Count every line in the following entries where the word "answered" appears. Give the count alone.

Saved data entries
>>

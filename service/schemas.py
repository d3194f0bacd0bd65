"""Request and response bodies of the HTTP API (pydantic), shared by every router.

Range checks of model configuration are done once, by ``mixture.config.MixtureConfig`` and
``state.options.ModelOptions``; the schemas here only fix the types, so the OpenAPI document
tells clients the shape while the model core stays the single source of the limits.
"""

from __future__ import annotations

from typing import Any, Literal

from pydantic import BaseModel, ConfigDict, Field, model_validator


class Problem(BaseModel):
    """An error answer."""

    detail: str = Field(description="What was wrong and what to do about it.")
    field: str | None = Field(default=None, description="The offending field, when one is.")


# -- documents ------------------------------------------------------------------------------


class DocumentIn(BaseModel):
    """One document. ``id`` is optional; a given id makes queueing idempotent."""

    model_config = ConfigDict(extra="forbid")

    id: str | None = Field(default=None, min_length=1, max_length=200)
    text: str = Field(description="The message text (UTF-8; not empty).")


class DocumentsIn(BaseModel):
    """Documents to queue for learning."""

    model_config = ConfigDict(extra="forbid")

    documents: list[DocumentIn]


class QueuedOut(BaseModel):
    """Documents accepted into the model's stream (202)."""

    model: str
    queued: int = Field(description="Documents added to the stream.")
    duplicates: int = Field(description="Documents whose id was seen recently: not added again.")
    stream_ids: list[str | None] = Field(description="Stream id per document, null if duplicate.")


# -- routing --------------------------------------------------------------------------------


class RouteIn(BaseModel):
    """Documents to route: either ``text`` (one document) or ``documents`` (many)."""

    model_config = ConfigDict(extra="forbid")

    text: str | None = Field(default=None, description="A single document's text.")
    id: str | None = Field(default=None, min_length=1, max_length=200)
    documents: list[DocumentIn] | None = None
    top: int | None = Field(
        default=None, ge=1, le=10_000, description="Return only the n most probable groups."
    )
    learn: bool = Field(default=False, description="Also queue the documents for learning.")

    @model_validator(mode="after")
    def _one_form(self) -> RouteIn:
        if (self.text is None) == (self.documents is None):
            raise ValueError('give either "text" (one document) or "documents" (a list)')
        if self.documents is not None and self.id is not None:
            raise ValueError('"id" goes inside each entry of "documents"')
        return self

    def as_documents(self) -> list[DocumentIn]:
        if self.documents is not None:
            return self.documents
        return [DocumentIn(id=self.id, text=self.text or "")]


class GroupProbability(BaseModel):
    group: int
    probability: float


class RouteResult(BaseModel):
    """The routing answer for one document."""

    id: str | None
    group: int = Field(description="MAP group (a large group wins a tie).")
    label: str | None = Field(description="Operator label of the group, if set.")
    destination: str | None = Field(description="Where the operator sends this group.")
    posterior: list[GroupProbability] = Field(
        description="p(group | document), most probable first (top n if requested)."
    )
    margin: float = Field(description="Best minus second-best posterior.")
    log_likelihood_per_token: float | None = Field(
        description="log p(document | MAP group) per known token; null without known tokens."
    )
    known_tokens: int
    unknown_tokens: int
    review: bool = Field(description="A person should look at this routing decision.")
    review_reasons: list[
        Literal["low_posterior", "no_known_words", "mostly_unknown_words", "atypical"]
    ]
    stream_id: str | None = Field(
        default=None, description="Stream id when the document was queued for learning."
    )


class RouteOut(BaseModel):
    model: str
    version: int = Field(description="Model version whose parameters answered.")
    degraded: bool = Field(description="True when Redis is unreachable: answered from memory.")
    notice: str | None = Field(default=None, description="Why the answer is degraded, if it is.")
    queued: bool = Field(description="True when the documents were queued for learning.")
    review_threshold: float
    results: list[RouteResult]


# -- models ---------------------------------------------------------------------------------


class TokenizerIn(BaseModel):
    model_config = ConfigDict(extra="forbid")

    min_length: int | None = None
    max_length: int | None = None
    stop_words: str | None = None
    fold_urls: bool | None = None
    fold_emails: bool | None = None
    fold_numbers: bool | None = None


class ConfigIn(BaseModel):
    """MixtureConfig fields; omitted ones take the model core's defaults."""

    model_config = ConfigDict(extra="forbid")

    n_groups: int | None = None
    vocabulary_limit: int | None = None
    word_pseudocount: float | None = None
    weight_pseudocount: float | None = None
    step_exponent: float | None = None
    batch_size: int | None = None
    half_life_documents: float | None = None
    warmup_documents: int | None = None
    n_restarts: int | None = None
    max_iter: int | None = None
    tolerance: float | None = None
    tokenizer: TokenizerIn | None = None

    def to_config_dict(self) -> dict[str, Any]:
        data = self.model_dump(exclude_none=True)
        if "tokenizer" in data:
            data["tokenizer"] = {k: v for k, v in data["tokenizer"].items() if v is not None}
        return data


class ModelIn(BaseModel):
    """A model to create."""

    model_config = ConfigDict(extra="forbid")

    name: str = Field(description="1-64 letters, digits, '_', '.', '-'; starts alphanumeric.")
    config: ConfigIn = Field(default_factory=ConfigIn)
    options: dict[str, Any] = Field(
        default_factory=dict, description="state.options.ModelOptions fields (checkpointing...)."
    )


class ModelOut(BaseModel):
    name: str
    n_groups: int
    version: int = Field(description="0 until the first checkpoint.")
    documents_learned: int
    warmed_up: bool
    weights: list[float]
    review_threshold: float
    created: float
    config: dict[str, Any]
    options: dict[str, Any]
    stream: dict[str, Any] | None = Field(default=None, description="Stream length, lag, ...")


class ModelList(BaseModel):
    models: list[ModelOut]


# -- groups ---------------------------------------------------------------------------------


class TermScore(BaseModel):
    term: str
    score: float


class GroupOut(BaseModel):
    group: int
    weight: float
    expected_documents: float
    label: str | None
    destination: str | None
    top_terms: list[TermScore] = Field(description="Most probable words, score = p(w | group).")
    distinctive_terms: list[TermScore] = Field(
        description="Most over-represented words, score = lift p(w | group) / p(w)."
    )
    typicality: dict[str, float] | None = Field(
        default=None, description="Recent mean and spread of log-likelihood per token."
    )


class GroupList(BaseModel):
    model: str
    version: int
    groups: list[GroupOut]


class LabelIn(BaseModel):
    """Operator's name for a group and where its messages go."""

    model_config = ConfigDict(extra="forbid")

    label: str | None = Field(default=None, min_length=1, max_length=200)
    destination: str | None = Field(default=None, min_length=1, max_length=200)


# -- snapshots ------------------------------------------------------------------------------


class SnapshotIn(BaseModel):
    model_config = ConfigDict(extra="forbid")

    reason: str = Field(default="requested", min_length=1, max_length=500)


class SnapshotOut(BaseModel):
    id: str
    reason: str
    kind: str
    automatic: bool
    created: float
    version: int
    documents_learned: int
    weights: list[float]
    checksum: str
    watermark: str
    size: int


class SnapshotList(BaseModel):
    model: str
    snapshots: list[SnapshotOut]


class RestoreIn(BaseModel):
    """Rollback to a snapshot; with ``replay`` the stream after it is learned again."""

    model_config = ConfigDict(extra="forbid")

    replay: bool = False
    skip_ids: list[tuple[str, str]] = Field(
        default_factory=list, description="Inclusive [first, last] stream-id ranges to skip."
    )
    skip_received: list[tuple[float, float]] = Field(
        default_factory=list, description="Inclusive [from, to] receive-time ranges (unix s)."
    )


class RestoreOut(BaseModel):
    version: int
    parent: int
    replaced_version: int
    snapshot_id: str
    safety_snapshot_id: str | None
    replay: bool
    watermark: str
    skip_ids: list[list[str]]
    skip_received: list[list[float]]
    until: str


# -- drift ----------------------------------------------------------------------------------


class HistoryRowOut(BaseModel):
    time: float
    version: int
    documents_learned: int
    weights: list[float]
    log_likelihood_per_token: float | None
    no_evidence: int
    batch_documents: int


class HistoryOut(BaseModel):
    model: str
    rows: list[HistoryRowOut]


class DriftOut(BaseModel):
    model: str
    reference: str
    js_divergence: float
    weights_now: list[float]
    weights_reference: list[float]
    weight_change: list[float]
    word_divergence: list[float] | None
    threshold: float
    alert: bool


class AlertOut(BaseModel):
    id: str
    time: float
    kind: str
    reason: str
    value: float
    threshold: float
    version: int


class AlertList(BaseModel):
    model: str
    alerts: list[AlertOut]


# -- health ---------------------------------------------------------------------------------


class HealthOut(BaseModel):
    status: Literal["ok"]


class ModelReadiness(BaseModel):
    name: str
    version: int
    routable: bool
    worker_heartbeat_age_seconds: float | None


class ReadinessOut(BaseModel):
    status: Literal["ready", "degraded", "unavailable"]
    redis: Literal["reachable", "unreachable"]
    redis_error: str | None
    models_loaded: int
    models: list[ModelReadiness]
    reasons: list[str] = Field(description="Why the status is not 'ready'.")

<<

* [Solution for this exercise] 2